• **Problem**
Within the records, which lines hold the string "isClean"? Report each one by copying it.

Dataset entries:
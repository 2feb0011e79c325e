package org.riffle.log;

import java.util.Locale;

/**
 * The one neutraliser for text that came from input (channel names, units, preamble lines, cells,
 * file names) before it reaches a terminal, a note or a message: every control character (C0, DEL,
 * C1, which includes the 8-bit CSI 0x9B), format character (bidirectional overrides, zero-width
 * marks), line or paragraph separator and unpaired surrogate is replaced by a visible, inert spelling:
 * caret notation for C0 ({@code ^[} for ESC), {@code ^?} for DEL, {@code <U+XXXX>} for the rest. An
 * escape sequence thus loses its introducer and prints as plain text. Both faces ({@code tui} and
 * {@code note}) and the command line's messages use it, so they cannot disagree.
 *
 * <p>Character classes are Unicode's general categories as {@link Character#getType} reports them
 * (Cc, Cf, Zl, Zp, Cs); ECMA-48 (5th edition, 1991) defines C0 and C1 and ESC as the introducer of
 * every escape sequence.
 *
 * <p>Stateless and thread-safe.
 */
public final class Printable {
    private Printable() {
    }

    /** {@code s} made harmless on one line (a line break becomes {@code ^J}); {@code null} stays null. */
    public static String clean(String s) {
        if (s == null || isClean(s)) {
            return s;
        }
        StringBuilder sb = new StringBuilder(s.length() + 8);
        s.codePoints().forEach(cp -> append(sb, cp));
        return sb.toString();
    }

    /**
     * Several lines made harmless: line breaks (CR LF, CR, LF) are kept as LF, a tab becomes one space,
     * everything else as in {@link #clean}.
     */
    public static String cleanLines(String s) {
        String unified = s.replace("\r\n", "\n").replace('\r', '\n').replace('\t', ' ');
        StringBuilder sb = new StringBuilder(unified.length());
        unified.codePoints().forEach(cp -> {
            if (cp == '\n') {
                sb.append('\n');
            } else {
                append(sb, cp);
            }
        });
        return sb.toString();
    }

    /** True when {@link #clean} would leave {@code s} unchanged. */
    public static boolean isClean(String s) {
        for (int i = 0; i < s.length(); ) {
            int cp = s.codePointAt(i);
            if (unsafe(cp)) {
                return false;
            }
            i += Character.charCount(cp);
        }
        return true;
    }

    private static void append(StringBuilder sb, int cp) {
        if (cp < 0x20) {
            sb.append('^').append((char) (cp + 0x40));
        } else if (cp == 0x7F) {
            sb.append("^?");
        } else if (unsafe(cp)) {
            sb.append(String.format(Locale.ROOT, "<U+%04X>", cp));
        } else {
            sb.appendCodePoint(cp);
        }
    }

    private static boolean unsafe(int cp) {
        if (cp < 0x20 || cp == 0x7F) {
            return true;
        }
        int type = Character.getType(cp);
        return type == Character.CONTROL || type == Character.FORMAT || type == Character.LINE_SEPARATOR
                || type == Character.PARAGRAPH_SEPARATOR || type == Character.SURROGATE;
    }
}
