package org.riffle.log;

import java.nio.file.Path;

/**
 * Input the user can fix: a missing, unreadable or malformed log. The message is fit to print on one
 * line: the file, then the line and column where they apply, then what is wrong and what to do next.
 * Control characters in the file name or the quoted input are neutralised ({@link Printable#clean}),
 * so a hostile file name cannot drive the terminal the message is printed on.
 *
 * <p>Immutable. Lines and columns are 1-based; 0 means "does not apply".
 */
public final class LogException extends Exception {
    private static final long serialVersionUID = 1L;

    private final String file;
    private final long line;
    private final long column;
    private final String reason;

    /**
     * @param file the file the problem is in (as the user named it), or {@code null}
     * @param line 1-based line, or 0 when it does not apply
     * @param column 1-based column, or 0 when it does not apply
     * @param reason what is wrong and, where possible, what to do next
     */
    public LogException(String file, long line, long column, String reason) {
        super(format(file, line, column, reason));
        this.file = file;
        this.line = line;
        this.column = column;
        this.reason = reason;
    }

    /** A problem with a whole file, not a place in it. */
    public LogException(Path file, String reason) {
        this(file == null ? null : file.toString(), 0, 0, reason);
    }

    /** A problem at a line of a file; column unknown. */
    public LogException(Path file, long line, String reason) {
        this(file == null ? null : file.toString(), line, 0, reason);
    }

    /** A problem at a line and column of a file. */
    public LogException(Path file, long line, long column, String reason) {
        this(file == null ? null : file.toString(), line, column, reason);
    }

    private static String format(String file, long line, long column, String reason) {
        StringBuilder sb = new StringBuilder();
        if (file != null) {
            sb.append(Printable.clean(file));
            if (line > 0) {
                sb.append(':').append(line);
                if (column > 0) {
                    sb.append(':').append(column);
                }
            }
            sb.append(": ");
        }
        sb.append(Printable.clean(reason));
        return sb.toString();
    }

    /** The file as the user named it, or {@code null}. */
    public String file() {
        return file;
    }

    /** 1-based line, or 0. */
    public long line() {
        return line;
    }

    /** 1-based column, or 0. */
    public long column() {
        return column;
    }

    /** The reason without the place. */
    public String reason() {
        return reason;
    }
}
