package org.riffle.log;

import java.util.List;
import java.util.Objects;

/**
 * A column that is mostly text (status words, quality flags). Kept for display and left out of the
 * numeric analysis. Immutable.
 *
 * @param name column name as read
 * @param distinct the distinct values seen, in order of first appearance (capped by the reader)
 */
public record TextChannel(String name, List<String> distinct) {
    public TextChannel {
        Objects.requireNonNull(name, "name");
        distinct = List.copyOf(distinct);
    }
}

• **Reply**
        if (s == null || isClean(s)) {
    public static boolean isClean(String s) {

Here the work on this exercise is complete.